Under current Bermuda law, the parent company, Essent Group, and its Bermuda subsidiary, Essent Re, are not required to pay any taxes on income and capital gains. In the event that there is a change such that these taxes are imposed, these companies would be exempted from any such tax until March of 2035 pursuant to the Bermuda Exempt Undertakings Tax Protection Act of 1966, and the Exempt Undertakings Tax Protection Amendment Act of 2011.

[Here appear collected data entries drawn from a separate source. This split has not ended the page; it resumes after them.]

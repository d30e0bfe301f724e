package spec

import (
	"strings"
	"testing"
)

// TestStagesErrors: a chain's mistakes are reported at their field with
// line and column, like the other fields of a spec.
func TestStagesErrors(t *testing.T) {
	base := "name: c\nabout: a chain\ninput:\n  differential: ±10mV\n  common_mode: 0V\nsupply: ±5V\ntemperature:\n  range: 0..50C\nlimits:\n  gain_error: 1%\nstages:\n"
	for _, c := range []struct{ name, stages, want string }{
		{"one stage", "  - family: inamp\n    gain: 10\n", "x.yaml:11:1: stages: lists 1 stages; a chain takes 2"},
		{"unknown family", "  - family: inamp\n    gain: 10\n  - family: nosuch\n    gain: 2\n", "x.yaml:14:5: stages[1].family: \"nosuch\" is not a family"},
		{"missing gain", "  - family: inamp\n    gain: 10\n  - family: difference\n", "stages[1].gain: missing"},
		{"zero gain", "  - family: inamp\n    gain: 0\n  - family: difference\n    gain: 1\n", "x.yaml:13:5: stages[0].gain: is zero"},
		{"monte carlo", "  - family: inamp\n    gain: 10\n  - family: difference\n    gain: 1\nanalysis:\n  method: monte-carlo\n", "analysis.method: a chain is budgeted by worst-case or rss"},
		{"level shift as a stage", "  - family: inamp\n    gain: 10\n  - family: level-shift\n    gain: 1\n", "stages[1].family: family level-shift cannot be a stage"},
		{"top-level gain", "  - family: inamp\n    gain: 10\n  - family: difference\n    gain: 1\ngain: 10\n", "gain: given together with stages"},
		{"bad supply", "  - family: inamp\n    gain: 10\n    supply: 5..9V\n  - family: difference\n    gain: 1\n", "stages[0].supply: \"5..9V\" must span ground"},
	} {
		t.Run(c.name, func(t *testing.T) {
			_, err := Parse([]byte(base+c.stages), "x.yaml")
			if err == nil || !strings.Contains(err.Error(), c.want) {
				t.Fatalf("error %v, want it to hold %q", err, c.want)
			}
		})
	}
	s, err := Parse([]byte(base+"  - family: inamp\n    gain: 10\n  - family: difference\n    gain: 2\n"), "x.yaml")
	if err != nil {
		t.Fatal(err)
	}
	// The second stage takes the first's ideal output, ±100 mV, between
	// its inputs: common mode half of it.
	if sub := s.StageSpec(1); s.Gain != 20 || sub.Input != (Range{-0.1, 0.1}) || sub.CommonMode != (Range{-0.05, 0.05}) || !sub.Differential {
		t.Fatalf("chain gain %g, stage 2 input %+v common mode %+v", s.Gain, sub.Input, sub.CommonMode)
	}
}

Essent Holdings and its subsidiaries are subject to income taxes imposed by U.S. law and file a U.S. Consolidated Income Tax Return. Each subsidiary has executed a tax sharing agreement with its parent company, which provides that taxes are settled in cash between parent and subsidiary on a quarterly basis based on separate company pro-forma calculations. Should Essent Holdings pay a dividend to its parent company, Essent Irish Intermediate Holdings Limited, withholding taxes at a rate of 5% under the U.S./Ireland tax treaty would likely apply assuming the Company avails itself of Treaty benefits under the U.S./Ireland tax treaty. Absent treaty benefits, the withholding rate on outbound dividends would be 30%. Currently, however, no withholding taxes are accrued with respect to such un-remitted earnings as management has no intention of remitting these earnings. Similarly, no foreign income taxes have been provided on the un-remitted earnings of the Company's U.S. subsidiaries as management has neither the intention of remitting these earnings, nor would any Ireland tax be due, as any Irish tax would be expected to be fully offset by credit for taxes paid to the U.S. An estimate of the cumulative amount of U.S. earnings that would be subject to withholding tax, if distributed outside of the U.S., is approximately $298 million. The associated withholding tax liability under the U.S./Ireland tax treaty would be approximately $15 million.

Essent is not subject to income taxation other than as stated above. There can be no assurance that there will not be changes in applicable laws, regulations, or treaties which might require Essent to change the way it operates or becomes subject to taxation.

At December 31, 2015 and 2014, the Company had no unrecognized tax benefits. As of December 31, 2015, the U.S. federal income tax returns for the tax years 2009 through 2014 remain subject to examination. The Company has not recorded any uncertain tax positions as of December 31, 2015 or December 31, 2014.